A primary design goal of Xgit is to allow git repositories to be stored in arbitrary locations other than file systems. (In a server environment, it likely makes sense to store content in a database or cloud-based file system such as S3.)

For that reason, the concept of “repository” in Xgit is kept intentionally minimal. Xgit.Repository is a behaviour module that describes the interface that a storage implementor would need to implement and very little else. (A repository is implemented using GenServer so that it can maintain its state independently. Xgit.Repository provides a wrapper interface for the calls that other modules within Xgit need to make to manipulate the repository.)

A typical end-user developer will typically construct an instance of Xgit.Repository.OnDisk (or some other module that implements a different storage architecture as described next) and then use the modules in the api folder folder to inspect and modify the repository.

A storage architect will construct a module that encapsulates the desired storage mechanism in a GenServer process and makes that available to the rest of Xgit by implementing the Xgit.Repository behaviour interface. I am building the Xgit.Repository.OnDisk module, which demonstrates the concept of a storage architecture, but my hope is that other developers could implement other storage mechanisms by providing new implementations of the Xgit.Repository behaviour.

Categories of Code

Code in Xgit is organized into the following categories, reflected in module naming and corresponding folder organization, listed here roughly in order from top to bottom of the dependency sequence:

  • api (none implemented yet): These are the typical commands or operations that you perform on a git repository. In the git vernacular, these are often referred to as porcelain (i.e. the refined, user-visible operations).

  • plumbing: These are the raw building-block operations that are often composed together to make the user-targeted commands. These are often sophisticated operations in and of themselves, but are typically not of interest to end-user developers.

  • repository: This describes how a single git repository is persisted. A reference “on-disk” implementation is provided and is designed to interoperate with the existing git command-line tool.

  • core: The modules in this folder describe the fundamental building blocks of git’s data model (objects, object IDs, tags, commits, etc.). These are used within Xgit to communicate about the content in a repository.

  • util: The modules in this folder aren’t really part of the data model per se, but provide building blocks to make higher layers of Xgit possible.

Starting Points

Two git commands have been implemented thus far:

git init

A minimal implementation of git init has been made available as part of the reference (on-disk) implementation of repository.
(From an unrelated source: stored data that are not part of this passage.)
import { afterAll, afterEach, beforeAll, describe, expect, it } from 'vitest'
import { QueryTypes } from 'sequelize'
import { io, type Socket } from 'socket.io-client'
import { config, setConfigForTests } from '../../server/config'
import { startServer, type RunningServer } from '../../server/server'
import { db } from '../../server/db/sequelize'
import { signedIn } from '../helpers/api'
import { openCase } from '../helpers/cases'
import { testRoom } from '../helpers/rooms'
import { sessionFor } from '../helpers/sockets'
import { makeUser } from '../helpers/api'

/** Issue 13, finding 12: no secret reaches a browser; socket handshakes only from our own origin; the team reads only sent room revisions. */
let server: RunningServer
const base = config()
beforeAll(async () => {
  server = await startServer({ port: 0, clientDir: false, background: false })
})
afterEach(() => setConfigForTests(base))
afterAll(async () => {
  await server?.close()
})

const tokenOf = async (caseId: string) =>
  (await db().query<{ reply_token: string }>('SELECT reply_token FROM cases WHERE id = $1', { bind: [caseId], type: QueryTypes.SELECT }))[0].reply_token

describe('the reply-by-e-mail token never reaches the browser', () => {
  it('POST /api/cases, GET, PATCH and the lists answer without it', async () => {
    const { c } = await signedIn('listener')
    const room = (await c.post('/api/rooms', testRoom()).expect(201)).body
    const created = await c.post('/api/cases', { roomId: room.id, title: 'Flutter echo between the side walls' }).expect(201)
    const token = await tokenOf(created.body.id)
    expect(token.length).toBeGreaterThanOrEqual(16)
    expect(created.body).not.toHaveProperty('replyToken')
    const answers = [
      created,
      await c.get(`/api/cases/${created.body.id}`).expect(200),
      await c.patch(`/api/cases/${created.body.id}`, { status: 'submitted', fromStatus: 'draft' }).expect(200),
      await c.get('/api/cases').expect(200),
    ]
    for (const a of answers) expect(a.text).not.toContain(token)
    const { c: advisor } = await signedIn('advisor')
    for (const url of ['/api/cases', `/api/cases/${created.body.id}`, `/api/cases/${created.body.id}/events`]) {
      expect((await advisor.get(url).expect(200)).text).not.toContain(token)
    }
  })
})

function socketWithOrigin(origin: string | undefined, cookie: string, transport: 'websocket' | 'polling'): Promise<Socket> {
  const s = io(server.url, { transports: [transport], extraHeaders: { Cookie: cookie, ...(origin ? { Origin: origin } : {}) }, reconnection: false, forceNew: true })
  return new Promise((resolve, reject) => {
    s.once('connect', () => resolve(s))
    s.once('connect_error', (e) => {
      s.disconnect()
      reject(e)
    })
  })
}

describe('socket.io handshakes are checked against the configured public URL', () => {
  it('without PUBLIC_URL: a loopback origin connects, another site is refused (WebSocket and polling)', async () => {
    const u = await makeUser('listener', 'Origin Listener')
    const { cookie } = await sessionFor(server.url, u.email, u.password)
    for (const transport of ['websocket', 'polling'] as const) {
      const ok = await socketWithOrigin(server.url, cookie, transport)
      ok.disconnect()
      await expect(socketWithOrigin('https://evil.example', cookie, transport)).rejects.toThrow()
      await expect(socketWithOrigin('null', cookie, transport)).rejects.toThrow()
    }
  })
  it('with PUBLIC_URL: only that origin connects (a loopback page or a look-alike host is refused)', async () => {
    setConfigForTests({ ...base, PUBLIC_URL: 'https://desk.roomwright.test' })
    const u = await makeUser('advisor', 'Origin Advisor')
    const { cookie } = await sessionFor(server.url, u.email, u.password)
    const ok = await socketWithOrigin('https://desk.roomwright.test', cookie, 'websocket')
    ok.disconnect()
    for (const bad of [server.url, 'https://desk.roomwright.test.evil.example', 'http://desk.roomwright.test']) {
      await expect(socketWithOrigin(bad, cookie, 'websocket'), bad).rejects.toThrow()
    }
  })
})

describe('the team reads only the room revisions the listener sent', () => {
  it('a revision saved after the case was closed answers 404 to the team, the sent one 200 (and the list names only sent ones)', async () => {
    const { c: listener } = await signedIn('listener')
    const { c: advisor } = await signedIn('advisor')
    const { room, case: c } = await openCase(listener)
    await listener.patch(`/api/cases/${c.id}`, { status: 'closed', fromStatus: 'submitted' }).expect(200)
    await listener.put(`/api/rooms/${room.id}`, testRoom({ name: 'Unsent: moved the sofa', length: 6.1 })).expect(200)
    expect((await listener.get(`/api/rooms/${room.id}?revision=2`).expect(200)).body.revision).toBe(2)
    await advisor.get(`/api/rooms/${room.id}?revision=2`).expect(404)
    await advisor.get(`/api/rooms/${room.id}`).expect(404) // the current revision is the unsent one
    const sent = (await advisor.get(`/api/rooms/${room.id}?revision=1`).expect(200)).body
    expect(sent.revisions).toEqual([1])
  })
  it('a revision saved while the case is open is sent with it (the case moves to it), and the earlier one stays readable', async () => {
    const { c: listener } = await signedIn('listener')
    const { c: advisor } = await signedIn('advisor')
    const { room } = await openCase(listener)
    await listener.put(`/api/rooms/${room.id}`, testRoom({ name: 'Sent: panels added', length: 5.9 })).expect(200)
    await advisor.get(`/api/rooms/${room.id}?revision=2`).expect(200)
    await advisor.get(`/api/rooms/${room.id}?revision=1`).expect(200)
  })
})
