import { minutesOfDay, type BusinessHours } from '../../shared/schemas/metrics'

/**
 * Working time between two instants, in the team's time zone and weekly hours.
 *
 * Method: walk the calendar dates the interval touches, as dates in the team's zone. For each date
 * whose weekday has hours, turn its local start and end ("09:00", "17:30") into instants with the
 * zone's UTC offset on that date, and add the overlap of [start, end) with [from, to). Offsets come
 * from Intl.DateTimeFormat (the IANA database the runtime ships), so a day on which clocks change is
 * as long as it really is: a 09:00–17:00 day is 8 h whatever the offset, and a night shift never
 * exists because a day's hours never cross midnight.
 *
 * A local time that does not exist (inside a spring-forward gap) is read with the offset in force
 * before the change, and one that happens twice (fall-back) with the offset in force after it; this
 * is what PostgreSQL does for `timestamp AT TIME ZONE` (PostgreSQL manual, "Date/Time Input
 * Interpretation", from memory), so the SQL function `rw_working_seconds` (migration 0010) gives the
 * same figure for the same input.
 */
export function workingMs(from: Date | number, to: Date | number, hours: BusinessHours): number {
  const a = +from
  const b = +to
  if (!(b > a)) return 0
  let total = 0
  for (const day of localDates(a, b, hours.timeZone)) {
    const span = daySpan(day, hours)
    if (span) total += Math.max(0, Math.min(b, span[1]) - Math.max(a, span[0]))
  }
  return total
}

/** The same interval in hours (calendar hours without business hours). */
export function elapsedHours(from: Date | number, to: Date | number, hours: BusinessHours | null): number {
  return (hours ? workingMs(from, to, hours) : Math.max(0, +to - +from)) / 3_600_000
}

/**
 * The instant at which `ms` of working time have passed since `from` (the due time of a target).
 * Without business hours it is plain addition.
 */
export function addWorkingMs(from: Date | number, ms: number, hours: BusinessHours | null): Date {
  const a = +from
  if (!hours) return new Date(a + ms)
  if (ms <= 0) return new Date(a)
  let left = ms
  let day = localDate(a, hours.timeZone)
  // 400 weeks without a working day cannot happen: the schema asks for at least one working day.
  for (let i = 0; i < 2800; i++, day = nextDate(day)) {
    const span = daySpan(day, hours)
    if (!span) continue
    const start = Math.max(a, span[0])
    const available = span[1] - start
    if (available <= 0) continue
    if (available >= left) return new Date(start + left)
    left -= available
  }
  throw new RangeError('no working hours in the next 400 weeks: check the working week')
}

interface LocalDate { y: number; m: number; d: number }

function daySpan(day: LocalDate, hours: BusinessHours): [number, number] | null {
  const weekday = (new Date(Date.UTC(day.y, day.m - 1, day.d)).getUTCDay() + 6) % 7 // Monday = 0
  const h = hours.week[weekday]
  if (!h) return null
  return [zonedToInstant(day, minutesOfDay(h.start), hours.timeZone), zonedToInstant(day, minutesOfDay(h.end), hours.timeZone)]
}

function* localDates(a: number, b: number, timeZone: string): Generator<LocalDate> {
  const last = localDate(b, timeZone)
  const lastKey = Date.UTC(last.y, last.m - 1, last.d)
  for (let day = localDate(a, timeZone); Date.UTC(day.y, day.m - 1, day.d) <= lastKey; day = nextDate(day)) yield day
}

function nextDate(day: LocalDate): LocalDate {
  const t = new Date(Date.UTC(day.y, day.m - 1, day.d + 1))
  return { y: t.getUTCFullYear(), m: t.getUTCMonth() + 1, d: t.getUTCDate() }
}

const formatters = new Map<string, Intl.DateTimeFormat>()
function formatter(timeZone: string): Intl.DateTimeFormat {
  let f = formatters.get(timeZone)
  if (!f) {
    f = new Intl.DateTimeFormat('en-US', {
      timeZone, hourCycle: 'h23', year: 'numeric', month: '2-digit', day: '2-digit', hour: '2-digit', minute: '2-digit', second: '2-digit',
    })
    formatters.set(timeZone, f)
  }
  return f
}

function wallClock(instant: number, timeZone: string) {
  const parts: Record<string, number> = {}
  for (const p of formatter(timeZone).formatToParts(new Date(instant))) if (p.type !== 'literal') parts[p.type] = Number(p.value)
  return parts as { year: number; month: number; day: number; hour: number; minute: number; second: number }
}

function localDate(instant: number, timeZone: string): LocalDate {
  const w = wallClock(instant, timeZone)
  return { y: w.year, m: w.month, d: w.day }
}

/** The zone's offset from UTC at an instant, in ms (local wall clock minus UTC). */
export function zoneOffsetMs(instant: number, timeZone: string): number {
  const whole = Math.floor(instant / 1000) * 1000
  const w = wallClock(whole, timeZone)
  return Date.UTC(w.year, w.month - 1, w.day, w.hour, w.minute, w.second) - whole
}

/** The instant of a local wall-clock time (minutes after local midnight) on a local date. */
export function zonedToInstant(day: LocalDate, minutes: number, timeZone: string): number {
  const asUtc = Date.UTC(day.y, day.m - 1, day.d, 0, minutes)
  const before = zoneOffsetMs(asUtc - 18 * 3_600_000, timeZone)
  const after = zoneOffsetMs(asUtc + 18 * 3_600_000, timeZone)
  const fits = (off: number) => zoneOffsetMs(asUtc - off, timeZone) === off
  if (fits(after)) return asUtc - after // also the choice when the time happens twice
  if (fits(before)) return asUtc - before
  return asUtc - before // inside a gap: read with the offset before the change
}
See Xgit.Repository.OnDisk.create/1 for details. This is, by far, not a complete port of git init. There are many edge cases that are left unimplemented. But it’s enough to allow us to bootstrap further work.

git hash-object

This is the first of the commands referenced in the git objects part of the git internals book.

See Xgit.Plumbing.HashObject.run/2 for details.

Testing Strategy

I may be stating the obvious, but a key goal of Xgit must be to interoperate correctly with other implementations of git.
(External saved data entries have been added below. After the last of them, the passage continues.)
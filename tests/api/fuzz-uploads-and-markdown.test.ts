import { afterAll, beforeAll, describe, expect, it } from 'vitest'
import fc from 'fast-check'
import { deflateRawSync } from 'node:zlib'
import { mkdtempSync, rmSync, statSync } from 'node:fs'
import { join } from 'node:path'
import { tmpdir } from 'node:os'
import { QueryTypes } from 'sequelize'
import { db } from '../../server/db/sequelize'
import { stopJobs } from '../../server/jobs/queue'
import { LocalStorage } from '../../server/storage'
import { setStorageForTests } from '../../server/storage/index'
import { closeTestApp, signedIn, type Client } from '../helpers/api'
import { openCase } from '../helpers/cases'
import { filesUnder } from '../helpers/files'
import { gif, jpeg, multipart, noise, png, pngBomb, responseText, wav } from '../unit/uploads/make-files'
import { fcParams, fuzzTimeout, unsafeHtml, xssCorpus } from '../unit/fuzz/helpers'

/**
 * Uploads through POST /api/cases/:id/files with a private storage folder, so every object can be
 * counted: a refused upload leaves no file row and no stored byte. Then the XSS corpus through
 * messages: the API's HTML field and the e-mail's HTML never carry a script.
 */
const q = <T extends object>(sql: string, bind: unknown[] = []) => db().query<T>(sql, { bind, type: QueryTypes.SELECT })
let root: string
let listener: { c: Client; user: { id: string } }
let advisor: { c: Client }
let caseId: string

const objects = () => filesUnder(root)
const fileRows = async () => (await q<{ n: number }>('SELECT count(*)::int AS n FROM files WHERE case_id = $1', [caseId]))[0].n

beforeAll(async () => {
  root = mkdtempSync(join(process.env.TEST_TMP ?? tmpdir(), 'fuzz-storage-'))
  setStorageForTests(new LocalStorage(root))
  listener = await signedIn('listener')
  advisor = await signedIn('advisor')
  caseId = (await openCase(listener.c, { title: 'Uploads under fire' })).case.id
}, 60_000)
afterAll(async () => {
  setStorageForTests(undefined)
  rmSync(root, { recursive: true, force: true })
  await stopJobs()
  await closeTestApp()
})

function post(body: Buffer, contentType: string) {
  return listener.c.agent.post(`/api/cases/${caseId}/files`).set('X-CSRF-Token', listener.c.csrf).set('Content-Type', contentType).send(body).timeout({ response: 20_000 })
}
async function upload(file: Buffer, filename: string, contentType = 'application/octet-stream') {
  const { body, contentType: ct } = multipart([{ field: 'file', filename, contentType, body: file }])
  return post(body, ct)
}

/** A ZIP archive (one stored entry, deflated) whose member unpacks to `size` bytes of zeros. @see PKWARE APPNOTE.TXT 6.3 (local header, central directory, end record) */
function zipBomb(size = 100 * 1024 * 1024, name = 'measurement.wav'): Buffer {
  const data = deflateRawSync(Buffer.alloc(size), { level: 9 })
  const n = Buffer.from(name)
  const local = Buffer.alloc(30)
  local.writeUInt32LE(0x04034b50, 0); local.writeUInt16LE(20, 4); local.writeUInt16LE(8, 8)
  local.writeUInt32LE(data.length, 18); local.writeUInt32LE(size, 22); local.writeUInt16LE(n.length, 26)
  const central = Buffer.alloc(46)
  central.writeUInt32LE(0x02014b50, 0); central.writeUInt16LE(20, 4); central.writeUInt16LE(20, 6); central.writeUInt16LE(8, 10)
  central.writeUInt32LE(data.length, 20); central.writeUInt32LE(size, 24); central.writeUInt16LE(n.length, 28)
  const end = Buffer.alloc(22)
  end.writeUInt32LE(0x06054b50, 0); end.writeUInt16LE(1, 8); end.writeUInt16LE(1, 10)
  end.writeUInt32LE(46 + n.length, 12); end.writeUInt32LE(30 + n.length + data.length, 16)
  return Buffer.concat([local, n, data, central, n, end])
}

describe('uploads: wrong types, lying names, bombs and path tricks', () => {
  it('wrong types and lying extensions answer 415 with nothing stored', async () => {
    const before = { rows: await fileRows(), objects: objects().length }
    const cases: [Buffer, string][] = [
      [await gif(), 'photo.jpg'],
      [Buffer.from('%PDF-1.7\n1 0 obj <<>> endobj\n'), 'room.png'],
      [Buffer.from('<svg xmlns="http://www.w3.org/2000/svg" onload="alert(1)"><script>alert(1)</script></svg>'), 'plan.png'],
      [Buffer.from('<!doctype html><script>alert(1)</script>'), 'response.txt'],
      [Buffer.from('MZ\x90\x00\x03\x00\x00\x00', 'latin1'), 'impulse.wav'],
      [noise(50_000, 7), 'noise.wav'],
      [zipBomb(), 'measurement.wav'],
      [Buffer.from('#!/bin/sh\nrm -rf /\n'), 'measurement.txt'],
    ]
    for (const [file, name] of cases) {
      const res = await upload(file, name, 'image/png')
      expect(res.status, `${name}: ${res.text}`).toBe(415)
      expect(res.body.error.code).toBe('unsupported_type')
    }
    expect(await fileRows()).toBe(before.rows)
    expect(objects().length).toBe(before.objects)
  }, 60_000)
  it('a PNG declaring 60 000 × 60 000 pixels answers 413 without decoding it, and leaves nothing stored', async () => {
    const before = { rows: await fileRows(), objects: objects().length }
    const rss = process.memoryUsage().rss
    const res = await upload(pngBomb(), 'innocent.png', 'image/png')
    expect(res.status).toBe(413)
    expect(res.body.error.code).toBe('image_too_large')
    expect(process.memoryUsage().rss - rss).toBeLessThan(200 * 1024 * 1024)
    expect(await fileRows()).toBe(before.rows)
    expect(objects().length).toBe(before.objects)
  })
  it('a truthful file under a lying name is stored by what it is (a JPEG called .wav is a photo)', async () => {
    const res = await upload(await jpeg(64, 48), 'impulse.wav', 'audio/wav')
    expect(res.status).toBe(201)
    expect(res.body).toMatchObject({ kind: 'photo', mime: 'image/jpeg', name: 'impulse.wav' })
  })
  it('path tricks in names never reach the storage path; the shown name keeps no path part, NUL or bidi override', async () => {
    const names = ['../../etc/passwd', '..\\..\\windows\\system32\\config', '/etc/shadow', 'a\u0000.png', '\u202egnp.exe', '....//....//x.png', '%2e%2e%2fetc%2fpasswd.png', ' .htaccess', 'C:\\boot.ini', 'x'.repeat(300) + '.png']
    for (const name of names) {
      const res = await upload(await png(8, 8), name, 'image/png')
      if (name.includes('\u0000')) {
        // a NUL in a multipart header is malformed HTTP: busboy refuses the part
        expect(res.status, `${name}: ${res.text}`).toBe(400)
        continue
      }
      expect(res.status, `${name}: ${res.text}`).toBe(201)
      expect(res.body.name).not.toMatch(/[\\/\u0000\u202e]/)
      expect(res.body.name.startsWith('.')).toBe(false)
      expect([...res.body.name].length).toBeLessThanOrEqual(200)
      const [row] = await q<{ storage_key: string }>('SELECT storage_key FROM files WHERE id = $1', [res.body.id])
      expect(row.storage_key).toMatch(new RegExp(`^cases/${caseId}/[0-9a-f-]{36}\\.png$`))
    }
    // every stored object lies inside the storage folder, and nothing is named after a client's path
    for (const f of objects()) {
      expect(f.startsWith(root)).toBe(true)
      expect(f).not.toMatch(/passwd|shadow|system32|htaccess|boot\.ini/)
    }
    expect(statSync('/etc/passwd').isFile()).toBe(true)
  }, 60_000)
  it('arbitrary bytes under arbitrary names: 201, 400, 413 or 415, never 500; a refusal stores nothing', async () => {
    const valid = [await png(16, 16), await jpeg(32, 16), wav(0.05), responseText(30)]
    const name = fc.oneof(fc.string({ maxLength: 60 }), fc.constantFrom('../../etc/passwd', 'a\u0000b.wav', 'x.png', 'x.wav', 'x.txt', '', '.', '..'))
    const bytes = fc.oneof(
      fc.uint8Array({ maxLength: 3000 }).map((u) => Buffer.from(u)),
      fc.tuple(fc.constantFrom(...valid), fc.nat(), fc.uint8Array({ minLength: 1, maxLength: 16 })).map(([v, at, junk]) => {
        const b = Buffer.from(v)
        b.set(junk.subarray(0, Math.max(0, b.length - (at % b.length))), at % b.length)
        return b
      }),
      fc.tuple(fc.constantFrom(...valid), fc.nat()).map(([v, cut]) => v.subarray(0, cut % v.length)),
    )
    await fc.assert(
      fc.asyncProperty(bytes, name, async (b, n) => {
        const before = { rows: await fileRows(), objects: objects().length }
        const res = await upload(b, n)
        expect([201, 400, 413, 415], `${n}: ${res.status} ${res.text.slice(0, 200)}`).toContain(res.status)
        if (res.status !== 201) {
          expect(res.body.error.code).toEqual(expect.any(String))
          expect(await fileRows()).toBe(before.rows)
          expect(objects().length).toBe(before.objects)
        }
      }),
      fcParams(60),
    )
  }, fuzzTimeout(120_000))
  it('broken multipart bodies answer 400, never 500, and store nothing', async () => {
    const before = { rows: await fileRows(), objects: objects().length }
    const raw = fc.oneof(fc.uint8Array({ maxLength: 2000 }).map((u) => Buffer.from(u)), fc.string({ maxLength: 300 }).map((s) => Buffer.from(`--b\r\nContent-Disposition: form-data; name="file"; filename="${s}"\r\n\r\n${s}`)))
    await fc.assert(
      fc.asyncProperty(raw, async (b) => {
        const res = await post(b, 'multipart/form-data; boundary=b')
        expect(res.status, res.text.slice(0, 200)).toBeGreaterThanOrEqual(400)
        expect(res.status).toBeLessThan(500)
      }),
      fcParams(60),
    )
    expect(await fileRows()).toBe(before.rows)
    expect(objects().length).toBe(before.objects)
  }, fuzzTimeout(120_000))
})

describe('markdown: the XSS corpus through messages', () => {
  const corpus = xssCorpus()
  it("every payload posted by an advisor: the message's html and the listener's e-mail html carry no script, handler or javascript: URL; the body is kept as written", async () => {
    const problems: string[] = []
    const t0 = new Date()
    for (const payload of corpus) {
      const posted = (await advisor.c.post(`/api/cases/${caseId}/messages`, { body: `Reply: ${payload}` }).expect(201)).body
      expect(posted.body).toBe(`Reply: ${payload}`.trim())
      for (const p of unsafeHtml(posted.html)) problems.push(`api ${payload}: ${p}`)
    }
    const thread = (await listener.c.get(`/api/cases/${caseId}/messages`).expect(200)).body.messages as { html: string }[]
    for (const m of thread) for (const p of unsafeHtml(m.html)) problems.push(`thread: ${p}`)
    const mails = await q<{ html: string; text: string }>(`SELECT html, text FROM email_outbox WHERE case_id = $1 AND kind = 'reply' AND created_at >= $2`, [caseId, t0])
    expect(mails.length).toBe(corpus.length)
    // the e-mail layout has its own <meta> tags and inline styles; nothing else may appear
    for (const m of mails) for (const p of unsafeHtml(m.html, { allowStyle: true, allowTags: ['meta'] })) problems.push(`e-mail: ${p}`)
    expect(problems).toEqual([])
  }, 120_000)
  it('a listener message with a payload is just as safe in the advisor view', async () => {
    const payload = '<img src=x onerror=alert(1)>[x](javascript:alert(1))<script>alert(1)</script>'
    const posted = (await listener.c.post(`/api/cases/${caseId}/messages`, { body: payload }).expect(201)).body
    expect(unsafeHtml(posted.html)).toEqual([])
    const seen = ((await advisor.c.get(`/api/cases/${caseId}/messages`).expect(200)).body.messages as { id: string; html: string }[]).find((m) => m.id === posted.id)!
    expect(unsafeHtml(seen.html)).toEqual([])
  })
})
People who know me from my day job know that I am famous for this saying:

What you don’t test, you will ^@(* up.

So it should surprise no one that I’m employing a very aggressive strategy of verifying interoperability. Many of the tests for the above two commands run an operation in Xgit using the on-disk repository implementation and run the same operation again using command-line git. If the same operation has been done in both versions, the folder contents should be identical. If they are, the test passes.

What’s Next?

Having wrapped up git hash-object, I’ll continue through the git objects page. Next up is git cat-file.